Drinking a bit early in the morning, forgetting we were a bit hungover last night. Mine just kicked in a bit later for some reason but I felt a bit lightheadedness and sick before eventually leaning on the chair and started to question my birth and what is my name.

"Bro. did you guys really drink after we just down some bottles last night?" - Edgar

"N-nuu....of course no.... *Vomits*.......... sorry. help me." - Zekie

I tried to lie to him but after vomitting my lunch, I instantly regretted having a drinking bout with Jude. Firstly to curse having to drink with an alchoholic like Jude before starting to beg Edgar for help like a child.

"Ugh....it hurts so much... help me...." - Zekie

".... Fortunately, I called in your girlfriend since it would be a hassle to take care of you while taking care of the other problem." - Edgar

"Darling!" - Kathie

"Neil?!" - Trish

Behind Edgar, Kathie and Trish came running as Kathie quickly held me close to her chest.

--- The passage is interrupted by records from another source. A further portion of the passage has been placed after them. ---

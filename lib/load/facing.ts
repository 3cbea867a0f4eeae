/** Facing conventions, stated once: azimuths in degrees clockwise from north, taken modulo 360. */
import type { Facade } from "./input";

export function normalizeAzimuth(deg: number): number {
  return ((deg % 360) + 360) % 360;
}

/** Facade azimuths for a front facing `facingAzimuthDeg`: left +90°, back +180°, right +270° (as seen from the street). */
export function facadeAzimuthsDeg(facingAzimuthDeg: number): Record<Facade, number> {
  const az = normalizeAzimuth(facingAzimuthDeg);
  return {
    front: az,
    left: normalizeAzimuth(az + 90),
    back: normalizeAzimuth(az + 180),
    right: normalizeAzimuth(az + 270),
  };
}
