/**
 * The cooling design day's outdoor dry-bulb profile.
 *
 * Fraction of the daily range below the design dry bulb, by hour 1–24: HoF 2021 SI ch. 14
 * Table 6 "Fraction of Daily Temperature Range" (from RP-1363 and RP-1453), read in a stored
 * Markdown copy of the 2021 SI chapter (p. 14.13). The chapter says the profile is, strictly,
 * in solar time; we apply it on apparent solar hours. Hours 14 and 15 are the daily maximum
 * (0.00), hour 5 the minimum (1.00).
 */
export const FRACTION_OF_DAILY_RANGE: readonly number[] = [
  0.88, 0.92, 0.95, 0.98, 1.0, 0.98, 0.91, 0.74, 0.55, 0.38, 0.23, 0.13, 0.05, 0.0, 0.0, 0.06, 0.14, 0.24,
  0.39, 0.5, 0.59, 0.68, 0.75, 0.82,
];

/** Outdoor dry bulb for hours 1–24 (index 0 = hour 1): To(h) = To,design − DR·f(h) (HoF 2021 ch. 14, Generating Design-Day Data). */
export function outdoorDryBulbProfileF(coolingOutdoorDbF: number, dailyRangeF: number): number[] {
  return FRACTION_OF_DAILY_RANGE.map((f) => coolingOutdoorDbF - dailyRangeF * f);
}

"Darling. Please be fine...." - Kathie

"........." - Zekie

......... To be honest, enduring this pain in my stomach isn't so bad after all.... hehehe....

"Hey, is it just me or is Neil.... acting weird?" - Trish

Trish sense something disturbing as she was looking at me suspiciously but my reason basically is fighting against the pain in my stomach from vomitting on Kathie as I let my instinct kick in and.....

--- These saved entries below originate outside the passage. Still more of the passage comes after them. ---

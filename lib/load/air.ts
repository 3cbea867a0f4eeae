/**
 * Outdoor air for one plan at one site: blower-door leakage → effective leakage area → LBL
 * infiltration (HoF 2021 ch. 16), mechanical ventilation (ASHRAE 62.2-2016 rate as the default
 * requirement), and their heating and hourly cooling loads. Facing-independent.
 */
import type { PlanInput } from "./input";
import {
  ashrae622VentilationCfm,
  cfm50FromAch50,
  COOLING_WIND_MPH,
  effectiveLeakageAreaCm2,
  HEATING_WIND_MPH,
  lblInfiltrationCfm,
} from "./infiltration";
import type { PreparedSite } from "./site";
import { CM2_PER_IN2, hours24 } from "./units";

export interface PreparedAir {
  elaCm2: number;
  ventilationRequiredCfm: number;
  ventilationProvidedCfm: number;
  heatingInfiltrationCfm: number;
  heatingInfiltrationBtuh: number;
  heatingVentilationBtuh: number;
  /** Cooling infiltration flow at each solar hour, cfm. */
  coolingInfiltrationCfm: number[];
  coolingInfiltrationSensibleBtuh: number[];
  coolingVentilationSensibleBtuh: number[];
  /** Latent load of a balanced system's ventilation air (the same every hour), Btu/h. */
  balancedVentilationLatentBtuh: number;
}

/**
 * Effective leakage area of a plan from its blower-door figure, cm²: directly when entered,
 * else from CFM50 or ACH50 (HoF 2021 ch. 16 eq. 40–41).
 */
export function planLeakageAreaCm2(plan: PlanInput, volumeFt3: number): number {
  const { ach50, cfm50, effectiveLeakageAreaIn2, flowExponent } = plan.infiltration;
  if (effectiveLeakageAreaIn2 !== undefined) return effectiveLeakageAreaIn2 * CM2_PER_IN2;
  return effectiveLeakageAreaCm2(cfm50 ?? cfm50FromAch50(ach50 ?? 0, volumeFt3), flowExponent);
}

/**
 * How outdoor air splits between infiltration and the ventilation component, as cfm multipliers
 * of the sensible and latent air factors. Unbalanced flow combines with infiltration
 * sub-additively: HoF 2021 ch. 16 eq. 51, read (ch. 17 eq. 14 uses max(Q_unbal, Q_i + 0.5·Q_unbal)).
 */
export function ventilationShareCfm(
  plan: PlanInput,
  ventilationProvidedCfm: number,
  infiltrationCfm: number,
): { sensibleCfm: number; latentCfm: number } {
  const v = plan.ventilation;
  if (v.kind === "balanced") {
    return {
      sensibleCfm: ventilationProvidedCfm * (1 - v.sensibleRecoveryEffectiveness),
      latentCfm: ventilationProvidedCfm * (1 - v.latentRecoveryEffectiveness),
    };
  }
  const combined = Math.sqrt(
    infiltrationCfm * infiltrationCfm + ventilationProvidedCfm * ventilationProvidedCfm,
  );
  return { sensibleCfm: combined - infiltrationCfm, latentCfm: combined - infiltrationCfm };
}

export function prepareAir(
  plan: PlanInput,
  site: PreparedSite,
  volumeFt3: number,
  notes: string[],
): PreparedAir {
  const s = site.site;
  const dtHeat = s.indoorHeatingF - s.heatingOutdoorDbF;
  const { shelterClass } = plan.infiltration;
  const elaCm2 = planLeakageAreaCm2(plan, volumeFt3);
  if (plan.stories > 3) notes.push("LBL infiltration coefficients for 3 stories used for a taller house.");
  const heatingInfiltrationCfm = lblInfiltrationCfm(
    elaCm2,
    plan.stories,
    shelterClass,
    dtHeat,
    HEATING_WIND_MPH,
  );

  const ventilationRequiredCfm = ashrae622VentilationCfm(plan.conditionedFloorAreaFt2, plan.bedrooms);
  const v = plan.ventilation;
  const ventilationProvidedCfm = v.kind === "none" ? 0 : (v.cfm ?? ventilationRequiredCfm);
  if (v.kind !== "none" && v.cfm === undefined) {
    notes.push(
      `Ventilation flow not entered: the ASHRAE 62.2-2016 rate of ${ventilationRequiredCfm.toFixed(0)} cfm is assumed.`,
    );
  }
  if (ventilationProvidedCfm < ventilationRequiredCfm) {
    notes.push(
      `Provided ventilation ${ventilationProvidedCfm.toFixed(0)} cfm is below the ASHRAE 62.2-2016 rate of ` +
        `${ventilationRequiredCfm.toFixed(0)} cfm.`,
    );
  }
  const heatVent = ventilationShareCfm(plan, ventilationProvidedCfm, heatingInfiltrationCfm);

  const tic = s.indoorCoolingF;
  const coolingInfiltrationCfm = hours24();
  const coolingInfiltrationSensibleBtuh = hours24();
  const coolingVentilationSensibleBtuh = hours24();
  for (let h = 0; h < 24; h++) {
    const dT = site.outdoorF[h] - tic;
    const inf = lblInfiltrationCfm(elaCm2, plan.stories, shelterClass, Math.abs(dT), COOLING_WIND_MPH);
    coolingInfiltrationCfm[h] = inf;
    coolingInfiltrationSensibleBtuh[h] = site.sensibleFactor * inf * dT;
    coolingVentilationSensibleBtuh[h] =
      site.sensibleFactor * ventilationShareCfm(plan, ventilationProvidedCfm, inf).sensibleCfm * dT;
  }
  const balancedLatentCfm =
    v.kind === "balanced" ? ventilationProvidedCfm * (1 - v.latentRecoveryEffectiveness) : 0;

  return {
    elaCm2,
    ventilationRequiredCfm,
    ventilationProvidedCfm,
    heatingInfiltrationCfm,
    heatingInfiltrationBtuh: site.sensibleFactor * heatingInfiltrationCfm * dtHeat,
    heatingVentilationBtuh: site.sensibleFactor * heatVent.sensibleCfm * dtHeat,
    coolingInfiltrationCfm,
    coolingInfiltrationSensibleBtuh,
    coolingVentilationSensibleBtuh,
    balancedVentilationLatentBtuh: site.latentFactor * balancedLatentCfm * site.latentDeltaGr,
  };
}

Instinct: Don't worry bro. I'll keep myself busy with these soft peaks here....

Brain: ............

"K-kathie. Is it just me or is Zekie...." - Trish

"K-kuh.... I-i think he is really.... Ahh.... pain..... right.... Ahn.... now...." - Kathie

".........." - Trish

'........ Zekie my bro....' - Edgar

After sometime passes, I fell unconscious from enduring the pain and woke up later to find that the girls looked at me weird while the guys raises their thumbs at me. 

Sorry I kinda posted late. Cleaned up my phone which fixes the problems I had with it and finally downloaded some games and I uh.... took a break. Sorry. 

Also, Looking at this novel and seeing some voted 1 on this, I just remembered the promise I made to which I'll dropped this novel if I get 2-3 1 star vote..... 

So uhh.... I think the milk in the fridge got expired and I ran out of cigs. I'll head out to buy some of it at the store so.... See ya guys.